PS1/PS2Phase sets to which each of the breakpoints was assigned.
RP_LRLog-likelihood ratio score of read-pair support. Higher values correspond to stronger read-pair evidence.
RP_TYPE SV type suggested by the orientation of read-pairs around the breakpoints. This is similar to the TYPE/ORIENT fields but uses read-pair information instead of molecule/barcode-level information. Distal events (breakpoints >500Kb apart) are marked as TRANS_RR, TRANS_RF, TRANS_FF, and TRANS_FR, where the last two characters show the orientation of reads around each of the two breakpoints (F:forward, R: reverse). So RP_TYPE=TRANS_FR is equivalent to ORIENT=-+. However, the RP_TYPE does not have to be compatible with TYPE/ORIENT if the signal at the molecule level and read-level are not in agreement.
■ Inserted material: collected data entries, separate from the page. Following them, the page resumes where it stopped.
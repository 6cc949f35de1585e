"""The outages of one fixed-gain chain share a solve only where that is exact.

The reference is the same sweep with sharing off (every case solved on its
own): sharing may only save solves, never change a result.
"""

from __future__ import annotations

import importlib.util

import pytest

from beamplan.analyses.chains import chains, covered
from beamplan.analyses.outages import SweepReport, outage_cases, run_sweep
from beamplan.layout.loader import load_layout
from beamplan.network.graph import Network, build_network
from tests.conftest import ROOT, network_from_text

DEMOS = ["pilot-line", "two-bay", "coated-line", "overbooked"]

# A chain m1 -> m2 -> att behind a splitter output that must take 40-60 % of the beam.
FORCED = """\
layout: forced-chain
format: 1
sources:
  fel: {power: 10 kW}
elements:
  t: {kind: splitter, outputs: {a: {fraction: [0.4, 0.6]}, b: {fraction: [0.4, 0.6]}}}
  m1: {kind: mirror, reflectivity: 0.9, heat_limit: 100 W}
  m2: {kind: mirror, reflectivity: 0.9, heat_limit: 100 W}
  att: {kind: attenuator, transmission: [0.5, 1.0]}
scanners:
  litho-1: {power: 700 W}
  litho-2: {power: 3 kW}
beamlines:
  - fel -> t
  - t.a -> m1 -> m2 -> att -> litho-1
  - t.b -> litho-2
"""


def _campus(scanners: int) -> Network:
    spec = importlib.util.spec_from_file_location("campus", ROOT / "tests/perf/campus.py")
    assert spec is not None and spec.loader is not None
    module = importlib.util.module_from_spec(spec)
    spec.loader.exec_module(module)
    return network_from_text(module.campus_yaml(scanners), "campus.yaml")


def _same(shared: SweepReport, alone: SweepReport) -> None:
    assert [r.label for r in shared.results] == [r.label for r in alone.results]
    for a, b in zip(shared.results, alone.results, strict=True):
        assert a.kinds == b.kinds and a.cut_off == b.cut_off, a.label
        assert a.headroom_factor == pytest.approx(b.headroom_factor, rel=1e-9, abs=1e-12)
        assert a.delivered_w == pytest.approx(b.delivered_w, rel=1e-9, abs=1e-9), a.label
        assert dict(a.short).keys() == dict(b.short).keys(), a.label
        assert a.moves == b.moves, a.label


def test_a_bound_that_binds_is_not_shared() -> None:
    net = network_from_text(FORCED)
    assert chains(net) == {"m1": (1, 0), "m2": (1, 1), "att": (1, 2)}
    shared = run_sweep(net, outage_cases(net))
    alone = run_sweep(net, outage_cases(net), share=False)
    _same(shared, alone)
    by = {r.label: r for r in shared.results}
    # Hand calculation: with m1 out its heat limit goes and 60 % of 10 kW reaches litho-2;
    # with m2 out, m1 still takes at least 40 % of the beam and absorbs 10 % of it, so its
    # 100 W limit caps the beam at 100 / 0.1 / 0.4 = 2.5 kW: litho-2 gets 0.6 x 2.5 kW.
    assert by["m1"].delivered_w == pytest.approx(6000.0, rel=1e-9)
    assert by["m2"].delivered_w == pytest.approx(1500.0, rel=1e-9)
    assert by["m1"].same_as == () and by["m2"].same_as == ()  # the bound bound: solved
    # m2's own limit, 100 W / (0.1 x 0.9) = 1.11 kW, stays above the 1 kW m1 allows: shared.
    assert by["att"].same_as == ("m2",)
    assert shared.distinct == alone.distinct - 1 == len(alone.results) - 1


@pytest.mark.parametrize("name", DEMOS)
def test_sharing_changes_no_result_on_the_demos(name: str) -> None:
    net = build_network(load_layout(f"layouts/{name}.yaml"))
    cases = outage_cases(net)
    _same(run_sweep(net, cases), run_sweep(net, cases, share=False))


def test_sharing_on_a_campus_saves_solves_and_changes_nothing() -> None:
    net = _campus(20)
    cases = outage_cases(net)
    shared, alone = run_sweep(net, cases), run_sweep(net, cases, share=False)
    _same(shared, alone)
    # Each scanner branch is a chain of 8 fixed-gain elements and an attenuator
    # (tests/perf/campus.py): at most one solve per branch where the bounds allow.
    assert alone.distinct == len(cases)
    assert shared.distinct <= len(cases) - 20 * 8


def test_covered_needs_a_margin() -> None:
    assert covered(0.0, 0.0) and covered(1.0, 2.0)
    assert not covered(1.0, 1.0) and not covered(float("inf"), 5.0)  # a solve not optimal
    assert covered(float("inf"), float("inf"))  # no bound between: the very same LP


@pytest.mark.parametrize("name", DEMOS)
def test_the_case_network_of_an_outage_is_the_rebuilt_one(name: str) -> None:
    # Reference: Network.with_nodes, which the live model's faster copy stands in for.
    from beamplan.network.behaviour import out_of_service
    from beamplan.optimise.live import LiveModel

    net = build_network(load_layout(f"layouts/{name}.yaml"))
    live = LiveModel(net)
    for node in net.nodes:
        changed = {node.id: out_of_service(node)}
        with live.outage([node.id]) as ours:
            theirs = net.with_nodes(changed)
            assert ours == theirs and ours.node == theirs.node, node.id
            for family in ("sources", "scanners", "elements"):
                assert getattr(ours, family) == getattr(theirs, family), (node.id, family)
            assert ours.in_links is net.in_links and ours.out_link is net.out_link
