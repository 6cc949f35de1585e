"""Switch positions: the search, --steady-switches in cases, and both views in sweep reports."""

from __future__ import annotations

import csv
import io
import itertools
import json
import pathlib

import pytest

from beamplan.analyses.cases import parse_cases
from beamplan.analyses.compare import compare_cases
from beamplan.analyses.switching import EXHAUSTIVE_MAX, best_positions, search_kind
from beamplan.cli.main import main
from beamplan.layout.loader import parse_layout
from beamplan.layout.yamlpos import load_yaml, parse_yaml

TWO_BAY = "layouts/two-bay.yaml"
MAIN_LINE = ["fel-main", "src-fold-1", "src-fold-2", "src-tunnel"]  # hand reading of two-bay


# -- the search ---------------------------------------------------------------------

def _separable(n: int) -> tuple[dict[str, tuple[str, ...]], dict[str, str], object]:
    """n three-way switches whose scores add up: the best of each is position 'c'."""
    switches = {f"s{i}": ("a", "b", "c") for i in range(n)}
    score = {"a": 0, "b": 1, "c": 2}

    def evaluate(p: dict[str, str]) -> int:
        return sum(score[v] for v in p.values())

    return switches, {s: "a" for s in switches}, evaluate


@pytest.mark.parametrize("n", [1, 3, 4, 5])
def test_both_searches_find_the_best_when_the_switches_are_independent(n: int) -> None:
    # Reference: brute force over every combination (itertools.product).
    switches, current, evaluate = _separable(n)
    best, moves, tried = best_positions(switches, current, evaluate,  # type: ignore[arg-type]
                                        lambda v: -v, 0)
    brute = max(evaluate(dict(zip(switches, c, strict=True)))  # type: ignore[operator]
                for c in itertools.product("abc", repeat=n))
    assert best == brute == 2 * n
    assert sorted(m.label for m in moves) == [f"s{i}: a -> c" for i in range(n)]
    if 3 ** n <= EXHAUSTIVE_MAX:
        assert search_kind(switches) == "exhaustive" and tried == 3 ** n - 1
    else:  # 3**4 = 81 > 64: greedy, n rounds of 2n trials and one more to stop
        assert search_kind(switches) == "greedy" and tried == (n + 1) * 2 * n


def test_no_move_unless_it_serves_strictly_better() -> None:
    switches = {"s": ("a", "b")}
    best, moves, tried = best_positions(switches, {"s": "a"}, lambda p: 5, lambda v: -v, 5)
    assert (best, moves, tried) == (5, (), 1)


# -- cases with --steady-switches ------------------------------------------------------

def _compare(changes: str, **options: object):  # type: ignore[no-untyped-def]
    doc = load_yaml(TWO_BAY)
    cases = parse_cases(parse_yaml(f"format: 1\ncases:\n  c: {{changes: {changes}}}\n",
                                   "cases.yaml"))
    return compare_cases(parse_layout(doc), cases, base_doc=doc, **options).cases[0]


def test_steady_switches_brings_the_standby_in_when_the_main_fel_fails() -> None:
    # two-bay: with fel-main out, only sw-source on sb-drift serves anyone; then
    # fel-standby (4 kW) is fully drawn (hand reading of the layout).
    held = _compare("[{fail: fel-main}]", steady=0.0, steady_switches=True)
    assert [m.label for m in held.switch_moves] == ["sw-source: src-tunnel -> sb-drift"]
    used = {s.id: s.output_w for s in held.plan.sources}
    assert used["fel-standby"] == pytest.approx(4000.0, rel=1e-6)
    assert all(s.delivered_w > 0 for s in held.plan.scanners)
    stays = _compare("[{fail: fel-main}]", steady=0.0)  # not allowed: the switch stays
    assert stays.switch_moves == () and stays.plan.delivered_w == 0.0


def test_steady_switches_moves_no_switch_that_does_not_help() -> None:
    # an-fold is behind the switch: no switch position brings light around it.
    held = _compare("[{fail: an-fold}]", steady=0.0, steady_switches=True)
    assert held.switch_moves == ()
    plain = _compare("[{fail: an-fold}]")
    for s, p in zip(held.plan.scanners, plain.plan.scanners, strict=True):
        assert s.delivered_w >= p.delivered_w * (1 - 1e-6) - 1e-6, s.id


def test_cli_steady_switches(capsys: pytest.CaptureFixture[str]) -> None:
    code = main(["cases", TWO_BAY, "--fail", "fel-main", "--steady", "--steady-switches",
                 "--json", "-"])
    doc = json.loads(capsys.readouterr().out)
    assert code == 3  # 4 kW cannot meet 5.06 kW of need: short
    assert doc["steady_switches"] is True
    assert doc["cases"][0]["switch_moves"] == [
        {"switch": "sw-source", "from": "src-tunnel", "to": "sb-drift"}]
    main(["cases", TWO_BAY, "--fail", "fel-main", "--steady", "--steady-switches"])
    words = " ".join(capsys.readouterr().out.split())  # the report wraps at 80 columns
    assert "switches moved: sw-source: src-tunnel -> sb-drift" in words
    assert main(["cases", TWO_BAY, "--fail", "fel-main", "--steady-switches"]) == 2


# -- sweep reports: both views ----------------------------------------------------------

def test_sweep_json_keeps_both_views(capsys: pytest.CaptureFixture[str]) -> None:
    assert main(["sweep", TWO_BAY, "--json", "-"]) == 0
    doc = json.loads(capsys.readouterr().out)
    assert doc["corrective_switching"] == {"search": "exhaustive",
                                           "switches": {"sw-source": ["src-tunnel", "sb-drift"]}}
    by_failed = {tuple(o["failed"]): o for o in doc["outages"]}
    for node_id in MAIN_LINE:
        o = by_failed[(node_id,)]
        assert o["switch_moves"] == [{"switch": "sw-source", "from": "src-tunnel",
                                      "to": "sb-drift"}]
        assert len(o["at_failure"]["cut_off"]) == 12 and o["cut_off"] == []
        assert o["at_failure"]["headroom_factor"] == 0.0 < o["headroom_factor"]
        assert node_id in doc["single_points_at_failure"]
        assert node_id not in doc["single_points_of_failure"]
    an = by_failed[("an-fold",)]
    assert an["switch_moves"] == [] and an["at_failure"]["cut_off"] == an["cut_off"]
    assert an["switch_positions_tried"] == 1
    assert doc["disagreements"] == []
    ranks = [len(o["cut_off"]) for o in doc["outages"]]
    assert ranks == sorted(ranks, reverse=True)  # ranked by the view after switching


def test_sweep_csv_and_html_keep_both_views(tmp_path: pathlib.Path,
                                            capsys: pytest.CaptureFixture[str]) -> None:
    out, page = tmp_path / "out", tmp_path / "sweep.html"
    assert main(["sweep", TWO_BAY, "--csv", str(out), "--html", str(page), "-q"]) == 0
    rows = {r["failed"]: r for r in csv.DictReader(io.StringIO(
        (out / "outages.csv").read_text()))}
    assert rows["fel-main"]["switch_moves"] == "sw-source: src-tunnel -> sb-drift"
    assert rows["fel-main"]["cut_off"] == ""
    assert len(rows["fel-main"]["at_failure_cut_off"].split(";")) == 12
    spof = {r["node"]: r for r in csv.DictReader(io.StringIO(
        (out / "single_points.csv").read_text()))}
    assert spof["fel-main"]["cuts_off"] == "" and spof["fel-main"]["cuts_off_at_failure"]
    html = page.read_text()
    assert "sw-source: src-tunnel -&gt; sb-drift" in html
    assert "at the moment of failure" in html and "every combination" in html


def test_sweep_terminal_report_shows_both_views(capsys: pytest.CaptureFixture[str]) -> None:
    assert main(["sweep", TWO_BAY, "--top", "80"]) == 0
    out = capsys.readouterr().out
    assert "ranked by impact after switching" in out
    assert "Corrective switching, sw-source (2 inputs): every combination" in out
    assert "only at the moment of failure" in out and "fel-main" in out
    fel = out[out.index("fel-main "):]
    assert "sw-source:" in fel.splitlines()[0] and "12 cut" in "".join(fel.splitlines()[:3])
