"""The broken-layout corpus: every mistake is an error, located where a user would look.

Each file in ``tests/broken/`` holds one mistake and starts with a comment
``# expect: CODE LINE:COLUMN``: the diagnostic code and the 1-based position
that we decided a user wants pointed at (the offending token, key or value;
for a beamline, the start of the offending ``id`` or ``id.output`` token).
The token was chosen by hand and its column counted with a string search on
that line, never copied from beamplan's output ("hand count").

Where beamplan disagrees, the case is marked ``xfail(strict=True)`` with the
reason: those are beamplan problems, recorded here, not fixed. When one is
fixed the strict xfail turns into a failure; then remove its entry.
The exit code of the command line is checked elsewhere (by the lead).
"""

from __future__ import annotations

import functools
import pathlib
import re

import pytest

import beamplan
from beamplan.errors import Diagnostic, LayoutError

# A recorded beamplan problem: the test states the right behaviour and fails today.
known_bug = functools.partial(pytest.mark.xfail, strict=True, raises=AssertionError)

BROKEN = pathlib.Path(__file__).resolve().parent / "broken"
CORPUS = sorted(BROKEN.glob("*.yaml"))
EXPECT = re.compile(r"^# expect: (?P<code>[a-z][a-z-]*) (?P<line>\d+):(?P<column>\d+)$")

# -- known beamplan problems (do not fix here; see the report) -------------------

# Mistakes that beamplan does not report at all: the file loads.
NOT_DETECTED: dict[str, str] = {}

# Mistakes that are reported, but not with the expected code at the expected place.
WRONG_PLACE: dict[str, str] = {}


def _expectations(path: pathlib.Path) -> list[tuple[str, int, int]]:
    """The ``# expect:`` lines at the top of a file, as (code, line, column)."""
    found = []
    for text in path.read_text(encoding="utf-8").splitlines():
        match = EXPECT.match(text)
        if match is None:
            break
        found.append((match["code"], int(match["line"]), int(match["column"])))
    return found


def _diagnostics(path: pathlib.Path) -> tuple[Diagnostic, ...]:
    with pytest.raises(LayoutError) as caught:
        beamplan.load(str(path))
    return caught.value.diagnostics


def _cases(*, skip_location_bugs: bool = True) -> list[object]:
    cases = []
    for path in CORPUS:
        marks = []
        if path.stem in NOT_DETECTED:
            marks.append(pytest.mark.xfail(strict=True, raises=pytest.fail.Exception,
                                           reason=NOT_DETECTED[path.stem]))
        elif skip_location_bugs and path.stem in WRONG_PLACE:
            marks.append(pytest.mark.xfail(strict=True, raises=AssertionError,
                                           reason=WRONG_PLACE[path.stem]))
        cases.append(pytest.param(path, id=path.stem, marks=marks))
    return cases


def test_corpus_is_complete() -> None:
    # The brief asks for at least 18 files, one mistake each, each with an expectation.
    assert len(CORPUS) >= 18
    for path in CORPUS:
        assert len(_expectations(path)) == 1, f"{path.name}: needs one '# expect:' first line"
    assert set(NOT_DETECTED) | set(WRONG_PLACE) <= {p.stem for p in CORPUS}


@pytest.mark.parametrize("path", _cases(skip_location_bugs=False))
def test_loading_raises_layout_error(path: pathlib.Path) -> None:
    errors = [d for d in _diagnostics(path) if d.is_error]
    assert errors, "a LayoutError must carry at least one error"


@pytest.mark.parametrize("path", _cases())
def test_expected_code_at_expected_position(path: pathlib.Path) -> None:
    [(code, line, column)] = _expectations(path)  # hand count, see the module docstring
    found = [(d.code, d.location.line, d.location.column)
             for d in _diagnostics(path) if d.is_error and d.location is not None]
    assert (code, line, column) in found


@pytest.mark.parametrize("path", _cases(skip_location_bugs=False))
def test_every_error_is_one_located_line(path: pathlib.Path) -> None:
    errors = [d for d in _diagnostics(path) if d.is_error]
    assert errors
    for d in errors:
        assert d.location is not None, d
        assert d.location.file == str(path)
        text = d.format()
        assert "\n" not in text and "\r" not in text
        assert text.startswith(f"{path}:{d.location.line}:{d.location.column}: error: ")
        assert d.location.line >= 1 and d.location.column >= 1


def test_three_independent_mistakes_are_reported_at_once() -> None:
    path = BROKEN / "multiple" / "three-mistakes.yaml"
    expected = _expectations(path)  # hand count
    assert len(expected) == 3
    errors = [d for d in _diagnostics(path) if d.is_error]
    found = [(d.code, d.location.line, d.location.column) for d in errors if d.location]
    assert sorted(found) == sorted(expected)  # all three, and nothing else
    with pytest.raises(LayoutError) as caught:
        beamplan.load(str(path))
    assert str(caught.value).endswith("(and 2 more)")  # the exception text counts the others


# -- message quality: more beamplan problems, one test each ----------------------


def _load_text(tmp_path: pathlib.Path, text: str) -> tuple[Diagnostic, ...]:
    path = tmp_path / "case.yaml"
    path.write_text(text, encoding="utf-8")
    return _diagnostics(path)


TINY = """\
layout: tiny
format: 1
sources: {fel: {power: 10 kW}}
elements:
%s
scanners:
  litho-1: {power: 500 W}
beamlines:
  - fel -> m1 -> litho-1
"""


def test_unknown_id_is_reported_once_per_token() -> None:
    # 'fel -> m11 -> litho-1': one unknown token, one error (not one per link).
    codes = [d.code for d in _diagnostics(BROKEN / "unknown-id-in-beamline.yaml")]
    assert codes.count("unknown-id") == 1


def test_fan_in_message_names_the_outputs() -> None:
    # The user wrote t1.pick and t1.pass: the message names both links that way.
    [d] = [d for d in _diagnostics(BROKEN / "fed-twice.yaml") if d.code == "fan-in"]
    assert "t1.pick" in d.message and "t1.pass" in d.message


def test_quoted_format_is_not_called_missing() -> None:
    # format: "1" is a type error, and only that: the format is not missing.
    messages = [d.message for d in _diagnostics(BROKEN / "format-as-text.yaml")]
    assert not any("missing" in m for m in messages), messages


def test_missing_kind_does_not_flag_valid_keys() -> None:
    # Without 'kind' the other keys cannot be judged: one error, no cascade.
    codes = [d.code for d in _diagnostics(BROKEN / "missing-kind.yaml")]
    assert codes == ["missing-key"]


def test_part_that_is_not_a_mapping(tmp_path: pathlib.Path) -> None:
    # The part exists; what is wrong is that it is not a mapping.
    text = "parts:\n  fold: 3\n" + TINY % "  m1: {part: fold}"
    [d] = [d for d in _load_text(tmp_path, text) if d.is_error]
    assert "did you mean 'fold'" not in d.format()
    assert "must be a mapping" in d.message


def test_empty_element_hint_fits_an_element(tmp_path: pathlib.Path) -> None:
    # An element's hint shows element keys (power is a scanner key).
    [d] = [d for d in _load_text(tmp_path, TINY % "  m1:") if d.code == "bad-type"]
    assert "power" not in d.hint


def test_flow_mapping_comma_in_a_note_is_caught(tmp_path: pathlib.Path) -> None:
    # Written by accident while making layouts/two-bay.yaml: a comma in an unquoted
    # note inside {...} starts a new key. beamplan catches it (a good message would
    # also say to quote the note; see the report).
    text = TINY % "  m1: {kind: mirror, reflectivity: 0.9, note: east wall, bay P}"
    [d] = [d for d in _load_text(tmp_path, text) if d.is_error]
    assert d.code == "unknown-key" and "'bay P'" in d.message
    assert (d.location.line, d.location.column) == (5, 58)  # hand count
SEG_DUPComma-separated list of segmental duplications that overlap the breakpoints of the SV
SUPPORTNumber of barcodes that are more concordant with the presence than with the absence of an SV. This is usually less than BCOV.
TYPE Type of SV. If the breakpoints are <500Kb apart, this will be one of: DEL (deletion), INV (inversion), DUP (tandem duplication), or UNK (unknown type). All events with breakpoints >500Kb apart are marked as DISTAL.